● INSTRUCTIONS FOR THE TASK
Two lines in the data below mark the range: the one with "Quantity written as" and the one with "kept = tuple(part". Return both, along with every line between them, exactly.

─── INFORMATION ───

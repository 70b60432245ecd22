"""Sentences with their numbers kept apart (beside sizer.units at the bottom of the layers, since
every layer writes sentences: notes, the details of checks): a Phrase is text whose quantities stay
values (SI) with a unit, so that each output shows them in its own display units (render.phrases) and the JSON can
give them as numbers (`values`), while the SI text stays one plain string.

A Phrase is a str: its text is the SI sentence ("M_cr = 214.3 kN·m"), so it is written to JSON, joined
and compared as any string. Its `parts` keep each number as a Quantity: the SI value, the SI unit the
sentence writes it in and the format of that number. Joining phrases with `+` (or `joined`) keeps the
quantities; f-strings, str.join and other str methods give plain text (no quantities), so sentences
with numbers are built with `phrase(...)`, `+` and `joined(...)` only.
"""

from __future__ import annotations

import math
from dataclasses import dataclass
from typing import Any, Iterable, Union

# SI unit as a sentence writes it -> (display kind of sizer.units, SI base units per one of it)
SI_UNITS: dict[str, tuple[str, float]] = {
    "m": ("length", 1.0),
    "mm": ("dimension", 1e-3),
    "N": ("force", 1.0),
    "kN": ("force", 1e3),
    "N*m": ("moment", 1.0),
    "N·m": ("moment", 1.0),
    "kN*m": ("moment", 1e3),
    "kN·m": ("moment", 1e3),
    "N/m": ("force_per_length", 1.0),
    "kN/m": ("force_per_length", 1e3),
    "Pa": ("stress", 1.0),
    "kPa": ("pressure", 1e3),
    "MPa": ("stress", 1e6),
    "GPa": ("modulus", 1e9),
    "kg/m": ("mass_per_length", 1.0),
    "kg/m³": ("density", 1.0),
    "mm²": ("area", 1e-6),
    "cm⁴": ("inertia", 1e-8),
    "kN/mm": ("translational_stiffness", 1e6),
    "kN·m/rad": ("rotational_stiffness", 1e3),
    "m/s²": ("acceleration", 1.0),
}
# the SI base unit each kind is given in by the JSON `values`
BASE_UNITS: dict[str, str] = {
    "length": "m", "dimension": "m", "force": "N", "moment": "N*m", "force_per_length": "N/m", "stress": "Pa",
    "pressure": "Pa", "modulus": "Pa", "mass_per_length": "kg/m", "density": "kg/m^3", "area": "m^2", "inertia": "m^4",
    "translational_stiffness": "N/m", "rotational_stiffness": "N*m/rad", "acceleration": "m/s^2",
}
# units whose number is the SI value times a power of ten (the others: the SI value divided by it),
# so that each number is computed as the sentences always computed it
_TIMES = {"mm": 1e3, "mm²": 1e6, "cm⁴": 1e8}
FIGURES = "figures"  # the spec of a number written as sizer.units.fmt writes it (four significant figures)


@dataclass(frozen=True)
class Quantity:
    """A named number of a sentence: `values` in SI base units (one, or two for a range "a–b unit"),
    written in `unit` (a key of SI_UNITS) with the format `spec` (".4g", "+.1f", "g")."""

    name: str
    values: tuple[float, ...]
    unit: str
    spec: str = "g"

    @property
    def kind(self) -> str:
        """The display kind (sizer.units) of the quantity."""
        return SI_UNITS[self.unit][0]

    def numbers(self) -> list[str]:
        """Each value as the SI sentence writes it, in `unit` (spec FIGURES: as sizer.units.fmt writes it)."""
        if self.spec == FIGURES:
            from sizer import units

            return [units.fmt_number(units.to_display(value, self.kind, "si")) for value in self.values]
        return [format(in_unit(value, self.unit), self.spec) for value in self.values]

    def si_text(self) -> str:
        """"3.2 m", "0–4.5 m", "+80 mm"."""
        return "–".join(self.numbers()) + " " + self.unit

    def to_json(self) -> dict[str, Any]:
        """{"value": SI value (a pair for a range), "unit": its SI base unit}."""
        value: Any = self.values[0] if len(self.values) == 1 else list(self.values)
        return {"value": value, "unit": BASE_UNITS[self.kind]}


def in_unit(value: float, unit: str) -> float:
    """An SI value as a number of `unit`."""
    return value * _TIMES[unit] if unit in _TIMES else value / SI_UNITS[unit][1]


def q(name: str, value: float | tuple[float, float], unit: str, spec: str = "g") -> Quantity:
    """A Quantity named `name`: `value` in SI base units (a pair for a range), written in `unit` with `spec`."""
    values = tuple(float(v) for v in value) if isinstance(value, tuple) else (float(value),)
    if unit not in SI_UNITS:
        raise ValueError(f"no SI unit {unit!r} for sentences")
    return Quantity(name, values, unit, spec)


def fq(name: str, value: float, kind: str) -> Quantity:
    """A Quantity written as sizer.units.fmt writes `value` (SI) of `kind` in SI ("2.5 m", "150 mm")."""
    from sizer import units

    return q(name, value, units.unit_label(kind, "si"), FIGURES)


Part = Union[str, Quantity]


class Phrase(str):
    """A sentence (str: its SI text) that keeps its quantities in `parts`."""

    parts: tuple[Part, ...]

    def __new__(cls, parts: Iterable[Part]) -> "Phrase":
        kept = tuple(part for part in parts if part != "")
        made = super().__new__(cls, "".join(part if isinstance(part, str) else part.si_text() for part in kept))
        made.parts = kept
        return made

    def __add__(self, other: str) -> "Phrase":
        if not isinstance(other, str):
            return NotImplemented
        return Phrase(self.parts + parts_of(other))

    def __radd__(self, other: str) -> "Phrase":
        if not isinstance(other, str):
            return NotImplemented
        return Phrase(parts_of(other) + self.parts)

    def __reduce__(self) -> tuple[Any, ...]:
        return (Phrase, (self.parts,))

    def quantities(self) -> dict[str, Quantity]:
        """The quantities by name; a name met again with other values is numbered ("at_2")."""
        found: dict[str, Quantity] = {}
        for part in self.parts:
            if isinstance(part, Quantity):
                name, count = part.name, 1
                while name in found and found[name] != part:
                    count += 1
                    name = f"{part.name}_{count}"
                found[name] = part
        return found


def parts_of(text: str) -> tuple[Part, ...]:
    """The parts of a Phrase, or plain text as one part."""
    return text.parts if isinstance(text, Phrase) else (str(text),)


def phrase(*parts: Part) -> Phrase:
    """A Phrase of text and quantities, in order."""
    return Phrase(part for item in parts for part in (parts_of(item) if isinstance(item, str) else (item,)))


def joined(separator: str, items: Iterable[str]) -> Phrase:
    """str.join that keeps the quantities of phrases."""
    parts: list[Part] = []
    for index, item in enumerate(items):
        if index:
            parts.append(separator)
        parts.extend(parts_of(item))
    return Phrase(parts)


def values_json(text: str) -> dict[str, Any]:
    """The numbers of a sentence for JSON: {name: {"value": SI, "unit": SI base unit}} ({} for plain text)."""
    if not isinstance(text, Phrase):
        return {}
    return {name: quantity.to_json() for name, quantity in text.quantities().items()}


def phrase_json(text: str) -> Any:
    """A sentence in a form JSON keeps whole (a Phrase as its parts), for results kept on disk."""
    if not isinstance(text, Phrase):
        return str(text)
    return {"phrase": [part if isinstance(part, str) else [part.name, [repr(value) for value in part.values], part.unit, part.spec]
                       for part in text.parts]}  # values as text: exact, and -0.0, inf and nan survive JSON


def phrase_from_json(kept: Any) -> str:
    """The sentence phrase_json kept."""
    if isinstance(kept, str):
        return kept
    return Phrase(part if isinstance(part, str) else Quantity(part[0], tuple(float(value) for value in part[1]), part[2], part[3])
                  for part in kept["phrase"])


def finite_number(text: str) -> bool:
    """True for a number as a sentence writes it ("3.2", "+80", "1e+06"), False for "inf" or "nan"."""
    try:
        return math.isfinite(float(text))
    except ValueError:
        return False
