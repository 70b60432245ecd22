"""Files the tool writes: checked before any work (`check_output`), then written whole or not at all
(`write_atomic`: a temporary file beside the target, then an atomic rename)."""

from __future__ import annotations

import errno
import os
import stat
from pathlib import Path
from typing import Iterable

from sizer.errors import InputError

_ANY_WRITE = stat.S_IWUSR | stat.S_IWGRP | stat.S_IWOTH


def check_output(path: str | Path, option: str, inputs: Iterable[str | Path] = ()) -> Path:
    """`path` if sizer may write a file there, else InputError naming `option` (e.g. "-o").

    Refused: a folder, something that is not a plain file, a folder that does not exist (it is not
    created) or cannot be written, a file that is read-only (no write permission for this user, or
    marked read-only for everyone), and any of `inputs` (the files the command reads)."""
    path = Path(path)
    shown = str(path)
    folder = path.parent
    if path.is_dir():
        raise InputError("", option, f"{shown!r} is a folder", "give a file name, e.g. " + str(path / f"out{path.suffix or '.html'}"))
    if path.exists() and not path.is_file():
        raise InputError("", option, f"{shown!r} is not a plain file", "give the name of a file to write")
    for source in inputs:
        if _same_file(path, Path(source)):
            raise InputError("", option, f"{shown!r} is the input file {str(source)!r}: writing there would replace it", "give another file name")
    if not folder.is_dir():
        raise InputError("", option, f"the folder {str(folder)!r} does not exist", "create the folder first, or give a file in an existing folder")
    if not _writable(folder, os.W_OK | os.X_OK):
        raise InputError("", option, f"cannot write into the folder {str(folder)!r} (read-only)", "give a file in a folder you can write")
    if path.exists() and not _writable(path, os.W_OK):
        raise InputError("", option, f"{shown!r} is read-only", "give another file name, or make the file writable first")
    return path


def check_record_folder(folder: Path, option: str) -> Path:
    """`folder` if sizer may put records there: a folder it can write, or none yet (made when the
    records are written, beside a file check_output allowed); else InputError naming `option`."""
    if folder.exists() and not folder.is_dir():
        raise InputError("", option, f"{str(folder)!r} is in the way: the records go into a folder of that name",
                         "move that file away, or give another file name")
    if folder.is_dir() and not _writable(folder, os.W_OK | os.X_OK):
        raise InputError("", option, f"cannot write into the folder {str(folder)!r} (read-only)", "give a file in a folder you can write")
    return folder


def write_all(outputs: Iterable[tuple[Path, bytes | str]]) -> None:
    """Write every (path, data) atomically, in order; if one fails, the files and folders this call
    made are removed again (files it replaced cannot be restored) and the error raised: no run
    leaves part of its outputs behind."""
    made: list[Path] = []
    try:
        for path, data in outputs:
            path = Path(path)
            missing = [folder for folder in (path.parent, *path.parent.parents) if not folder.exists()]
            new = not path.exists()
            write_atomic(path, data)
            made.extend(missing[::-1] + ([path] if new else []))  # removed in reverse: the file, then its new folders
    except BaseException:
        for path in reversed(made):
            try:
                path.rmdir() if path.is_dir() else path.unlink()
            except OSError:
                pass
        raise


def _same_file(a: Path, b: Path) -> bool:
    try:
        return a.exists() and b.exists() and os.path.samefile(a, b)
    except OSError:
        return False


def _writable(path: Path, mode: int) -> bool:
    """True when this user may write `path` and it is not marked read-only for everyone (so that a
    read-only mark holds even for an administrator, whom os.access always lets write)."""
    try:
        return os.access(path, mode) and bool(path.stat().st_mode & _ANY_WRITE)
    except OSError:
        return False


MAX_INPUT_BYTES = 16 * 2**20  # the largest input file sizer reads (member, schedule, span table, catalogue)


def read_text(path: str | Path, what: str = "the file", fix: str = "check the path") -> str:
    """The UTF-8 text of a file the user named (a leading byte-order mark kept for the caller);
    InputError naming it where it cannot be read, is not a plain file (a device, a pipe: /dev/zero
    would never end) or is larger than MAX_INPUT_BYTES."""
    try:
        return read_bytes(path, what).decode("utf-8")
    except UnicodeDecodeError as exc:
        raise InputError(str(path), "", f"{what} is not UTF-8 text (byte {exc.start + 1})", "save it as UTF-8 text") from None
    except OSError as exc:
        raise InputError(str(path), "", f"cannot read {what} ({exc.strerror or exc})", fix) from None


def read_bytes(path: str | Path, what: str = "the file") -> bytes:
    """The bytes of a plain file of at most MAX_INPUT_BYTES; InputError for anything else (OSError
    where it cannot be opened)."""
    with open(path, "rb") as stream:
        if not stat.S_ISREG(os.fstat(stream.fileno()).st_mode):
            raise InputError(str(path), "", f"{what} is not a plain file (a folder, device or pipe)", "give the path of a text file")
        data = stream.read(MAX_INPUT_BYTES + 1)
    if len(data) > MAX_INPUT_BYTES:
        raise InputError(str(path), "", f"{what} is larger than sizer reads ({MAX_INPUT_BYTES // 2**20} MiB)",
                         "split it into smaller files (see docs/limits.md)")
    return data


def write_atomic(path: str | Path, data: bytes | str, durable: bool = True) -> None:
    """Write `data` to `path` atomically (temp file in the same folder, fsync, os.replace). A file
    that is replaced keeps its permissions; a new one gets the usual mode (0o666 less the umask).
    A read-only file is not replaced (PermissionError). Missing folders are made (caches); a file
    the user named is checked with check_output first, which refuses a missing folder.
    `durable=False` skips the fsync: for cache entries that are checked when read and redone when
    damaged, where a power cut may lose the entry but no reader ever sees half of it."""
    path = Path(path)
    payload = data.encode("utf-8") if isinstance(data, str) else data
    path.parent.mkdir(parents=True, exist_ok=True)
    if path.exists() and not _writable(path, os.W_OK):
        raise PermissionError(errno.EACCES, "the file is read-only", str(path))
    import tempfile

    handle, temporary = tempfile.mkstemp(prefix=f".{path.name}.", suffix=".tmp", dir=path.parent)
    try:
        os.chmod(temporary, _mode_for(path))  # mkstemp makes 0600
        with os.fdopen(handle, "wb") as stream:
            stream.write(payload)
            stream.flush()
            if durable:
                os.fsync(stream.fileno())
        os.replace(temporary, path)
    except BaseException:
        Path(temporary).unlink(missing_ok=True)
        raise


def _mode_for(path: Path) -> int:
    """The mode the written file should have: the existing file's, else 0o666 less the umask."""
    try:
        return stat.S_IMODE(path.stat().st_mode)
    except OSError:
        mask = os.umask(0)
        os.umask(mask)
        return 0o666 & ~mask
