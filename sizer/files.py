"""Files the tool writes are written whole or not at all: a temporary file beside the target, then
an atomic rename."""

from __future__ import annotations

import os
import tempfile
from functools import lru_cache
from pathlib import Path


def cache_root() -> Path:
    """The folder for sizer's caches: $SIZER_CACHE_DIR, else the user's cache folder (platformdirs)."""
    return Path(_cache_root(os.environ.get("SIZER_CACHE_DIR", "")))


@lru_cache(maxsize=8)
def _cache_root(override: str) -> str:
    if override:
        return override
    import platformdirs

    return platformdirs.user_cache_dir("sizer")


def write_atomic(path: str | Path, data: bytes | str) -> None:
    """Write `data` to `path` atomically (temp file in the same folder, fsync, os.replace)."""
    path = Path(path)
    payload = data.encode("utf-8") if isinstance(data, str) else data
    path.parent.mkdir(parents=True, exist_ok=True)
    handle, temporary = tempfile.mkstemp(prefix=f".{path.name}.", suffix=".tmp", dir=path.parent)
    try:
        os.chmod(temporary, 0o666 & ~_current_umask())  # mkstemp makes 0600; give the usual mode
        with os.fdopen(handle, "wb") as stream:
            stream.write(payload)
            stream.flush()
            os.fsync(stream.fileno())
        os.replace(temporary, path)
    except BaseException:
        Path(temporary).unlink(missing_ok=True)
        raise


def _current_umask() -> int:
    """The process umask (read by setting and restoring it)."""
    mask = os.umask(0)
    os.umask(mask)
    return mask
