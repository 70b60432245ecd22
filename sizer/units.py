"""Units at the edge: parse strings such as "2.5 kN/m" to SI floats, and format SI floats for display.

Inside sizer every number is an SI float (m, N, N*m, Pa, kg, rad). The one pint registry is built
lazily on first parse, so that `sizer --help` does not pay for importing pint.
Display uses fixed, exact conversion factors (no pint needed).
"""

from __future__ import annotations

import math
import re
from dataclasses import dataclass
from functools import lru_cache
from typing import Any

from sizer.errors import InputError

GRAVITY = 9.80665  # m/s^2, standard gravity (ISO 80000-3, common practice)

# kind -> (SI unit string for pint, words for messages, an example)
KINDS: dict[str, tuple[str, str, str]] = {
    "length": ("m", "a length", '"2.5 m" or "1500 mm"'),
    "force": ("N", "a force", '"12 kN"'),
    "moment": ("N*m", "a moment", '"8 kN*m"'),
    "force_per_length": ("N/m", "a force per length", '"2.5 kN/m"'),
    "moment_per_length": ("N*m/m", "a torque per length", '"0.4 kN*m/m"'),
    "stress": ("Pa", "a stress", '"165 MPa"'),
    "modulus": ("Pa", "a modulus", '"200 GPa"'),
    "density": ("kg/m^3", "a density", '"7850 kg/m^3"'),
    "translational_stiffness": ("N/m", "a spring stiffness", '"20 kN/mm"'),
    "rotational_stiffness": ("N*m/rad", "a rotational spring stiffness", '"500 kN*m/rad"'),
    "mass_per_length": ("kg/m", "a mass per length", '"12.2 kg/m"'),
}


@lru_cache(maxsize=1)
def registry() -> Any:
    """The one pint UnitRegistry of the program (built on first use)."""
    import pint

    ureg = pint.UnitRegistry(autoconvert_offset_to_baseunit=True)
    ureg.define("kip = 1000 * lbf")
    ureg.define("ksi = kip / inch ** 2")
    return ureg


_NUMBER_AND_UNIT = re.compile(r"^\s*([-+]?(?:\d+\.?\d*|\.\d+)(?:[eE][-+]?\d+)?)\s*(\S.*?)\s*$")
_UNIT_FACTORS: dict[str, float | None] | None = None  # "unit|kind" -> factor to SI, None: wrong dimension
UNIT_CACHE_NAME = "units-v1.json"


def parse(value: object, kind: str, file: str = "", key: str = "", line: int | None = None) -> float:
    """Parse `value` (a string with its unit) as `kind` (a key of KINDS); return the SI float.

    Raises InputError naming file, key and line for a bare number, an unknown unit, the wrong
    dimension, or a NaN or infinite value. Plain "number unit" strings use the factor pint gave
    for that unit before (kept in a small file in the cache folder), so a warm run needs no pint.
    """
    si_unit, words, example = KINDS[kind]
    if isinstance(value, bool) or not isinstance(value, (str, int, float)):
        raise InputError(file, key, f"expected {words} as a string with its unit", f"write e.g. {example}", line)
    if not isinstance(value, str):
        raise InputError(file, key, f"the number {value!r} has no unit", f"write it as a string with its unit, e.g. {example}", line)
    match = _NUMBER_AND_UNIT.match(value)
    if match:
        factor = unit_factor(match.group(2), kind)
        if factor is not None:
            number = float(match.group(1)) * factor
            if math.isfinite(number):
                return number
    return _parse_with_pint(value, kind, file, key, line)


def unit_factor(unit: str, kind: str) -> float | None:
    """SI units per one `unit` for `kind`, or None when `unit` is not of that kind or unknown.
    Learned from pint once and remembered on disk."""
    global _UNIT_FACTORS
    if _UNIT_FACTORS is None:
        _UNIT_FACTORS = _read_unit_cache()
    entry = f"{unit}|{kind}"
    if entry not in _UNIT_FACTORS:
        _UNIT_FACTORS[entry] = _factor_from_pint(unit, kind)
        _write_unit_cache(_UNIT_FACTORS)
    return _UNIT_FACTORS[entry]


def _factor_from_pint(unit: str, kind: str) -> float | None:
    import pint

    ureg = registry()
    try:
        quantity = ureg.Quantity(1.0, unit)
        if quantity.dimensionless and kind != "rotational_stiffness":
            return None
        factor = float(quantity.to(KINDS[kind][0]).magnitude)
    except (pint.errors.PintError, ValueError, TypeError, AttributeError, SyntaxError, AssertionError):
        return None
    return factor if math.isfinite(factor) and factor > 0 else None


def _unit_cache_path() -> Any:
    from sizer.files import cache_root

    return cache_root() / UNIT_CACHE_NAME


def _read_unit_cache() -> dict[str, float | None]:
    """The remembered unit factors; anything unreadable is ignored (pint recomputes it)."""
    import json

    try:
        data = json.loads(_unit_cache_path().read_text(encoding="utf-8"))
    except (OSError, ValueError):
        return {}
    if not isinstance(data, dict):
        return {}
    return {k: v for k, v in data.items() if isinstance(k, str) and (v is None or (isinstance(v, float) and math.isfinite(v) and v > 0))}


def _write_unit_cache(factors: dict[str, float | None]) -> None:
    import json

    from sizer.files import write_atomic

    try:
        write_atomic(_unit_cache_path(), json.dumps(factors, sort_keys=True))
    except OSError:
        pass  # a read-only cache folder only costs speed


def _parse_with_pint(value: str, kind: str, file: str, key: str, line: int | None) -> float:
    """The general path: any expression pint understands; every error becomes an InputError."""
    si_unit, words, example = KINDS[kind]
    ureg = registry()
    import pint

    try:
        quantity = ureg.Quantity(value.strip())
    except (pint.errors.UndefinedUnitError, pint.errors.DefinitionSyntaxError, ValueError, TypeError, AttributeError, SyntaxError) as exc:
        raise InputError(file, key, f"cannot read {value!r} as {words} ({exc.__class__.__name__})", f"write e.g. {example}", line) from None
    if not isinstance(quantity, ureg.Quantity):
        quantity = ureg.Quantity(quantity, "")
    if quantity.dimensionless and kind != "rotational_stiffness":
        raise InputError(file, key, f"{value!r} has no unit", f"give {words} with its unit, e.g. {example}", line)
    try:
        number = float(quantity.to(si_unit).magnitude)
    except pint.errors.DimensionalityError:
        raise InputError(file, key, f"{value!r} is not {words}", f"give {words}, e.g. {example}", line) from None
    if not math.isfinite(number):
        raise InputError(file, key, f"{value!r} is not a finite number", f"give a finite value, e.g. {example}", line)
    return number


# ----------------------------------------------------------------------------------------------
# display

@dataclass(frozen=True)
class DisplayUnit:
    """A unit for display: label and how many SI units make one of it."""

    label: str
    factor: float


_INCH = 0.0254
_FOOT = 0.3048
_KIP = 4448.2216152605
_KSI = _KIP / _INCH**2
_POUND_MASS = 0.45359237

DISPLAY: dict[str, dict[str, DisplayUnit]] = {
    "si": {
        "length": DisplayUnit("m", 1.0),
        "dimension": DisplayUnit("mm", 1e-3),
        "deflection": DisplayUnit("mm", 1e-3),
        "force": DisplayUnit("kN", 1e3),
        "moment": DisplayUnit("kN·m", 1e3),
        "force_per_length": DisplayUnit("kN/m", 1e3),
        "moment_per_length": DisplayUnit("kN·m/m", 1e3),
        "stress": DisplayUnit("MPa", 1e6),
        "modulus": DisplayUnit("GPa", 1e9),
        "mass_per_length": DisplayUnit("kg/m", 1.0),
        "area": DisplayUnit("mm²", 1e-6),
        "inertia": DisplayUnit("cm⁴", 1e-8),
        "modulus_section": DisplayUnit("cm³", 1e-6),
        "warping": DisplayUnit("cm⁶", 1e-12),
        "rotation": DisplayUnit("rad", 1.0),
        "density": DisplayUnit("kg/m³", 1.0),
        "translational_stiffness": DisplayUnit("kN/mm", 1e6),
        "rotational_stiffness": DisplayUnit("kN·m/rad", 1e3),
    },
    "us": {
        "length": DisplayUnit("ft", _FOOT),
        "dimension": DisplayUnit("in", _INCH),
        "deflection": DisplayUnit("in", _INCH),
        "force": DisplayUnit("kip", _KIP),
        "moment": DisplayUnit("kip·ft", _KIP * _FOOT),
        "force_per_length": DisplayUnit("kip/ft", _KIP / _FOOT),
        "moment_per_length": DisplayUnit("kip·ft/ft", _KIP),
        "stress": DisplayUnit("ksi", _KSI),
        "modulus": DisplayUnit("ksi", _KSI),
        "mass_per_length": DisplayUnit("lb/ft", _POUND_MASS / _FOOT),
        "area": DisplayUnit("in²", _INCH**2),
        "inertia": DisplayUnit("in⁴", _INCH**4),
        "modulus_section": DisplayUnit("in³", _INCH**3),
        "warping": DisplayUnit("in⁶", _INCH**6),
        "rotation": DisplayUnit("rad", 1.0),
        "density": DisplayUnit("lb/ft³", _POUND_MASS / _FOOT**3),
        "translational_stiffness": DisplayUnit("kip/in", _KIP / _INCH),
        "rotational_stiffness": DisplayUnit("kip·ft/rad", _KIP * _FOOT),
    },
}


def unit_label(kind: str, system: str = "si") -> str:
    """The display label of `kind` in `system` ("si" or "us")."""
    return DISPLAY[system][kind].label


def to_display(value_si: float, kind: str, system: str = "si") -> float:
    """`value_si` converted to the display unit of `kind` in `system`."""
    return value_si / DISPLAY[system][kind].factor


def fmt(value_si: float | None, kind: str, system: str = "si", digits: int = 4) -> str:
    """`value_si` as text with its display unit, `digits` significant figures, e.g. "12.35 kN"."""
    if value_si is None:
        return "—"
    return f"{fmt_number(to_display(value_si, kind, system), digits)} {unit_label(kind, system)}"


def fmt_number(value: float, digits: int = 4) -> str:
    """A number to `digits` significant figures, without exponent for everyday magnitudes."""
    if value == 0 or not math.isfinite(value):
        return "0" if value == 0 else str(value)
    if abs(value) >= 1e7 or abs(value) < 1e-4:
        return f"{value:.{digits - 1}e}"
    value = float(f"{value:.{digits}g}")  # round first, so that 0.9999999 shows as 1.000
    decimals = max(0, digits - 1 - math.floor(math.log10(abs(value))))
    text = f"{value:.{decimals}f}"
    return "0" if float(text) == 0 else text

───

● SOLUTION FOR THIS PROBLEM
    """A Quantity written as sizer.units.fmt writes `value` (SI) of `kind` in SI ("2.5 m", "150 mm")."""
    from sizer import units

    return q(name, value, units.unit_label(kind, "si"), FIGURES)


Part = Union[str, Quantity]


class Phrase(str):
    """A sentence (str: its SI text) that keeps its quantities in `parts`."""

    parts: tuple[Part, ...]

    def __new__(cls, parts: Iterable[Part]) -> "Phrase":
        kept = tuple(part for part in parts if part != "")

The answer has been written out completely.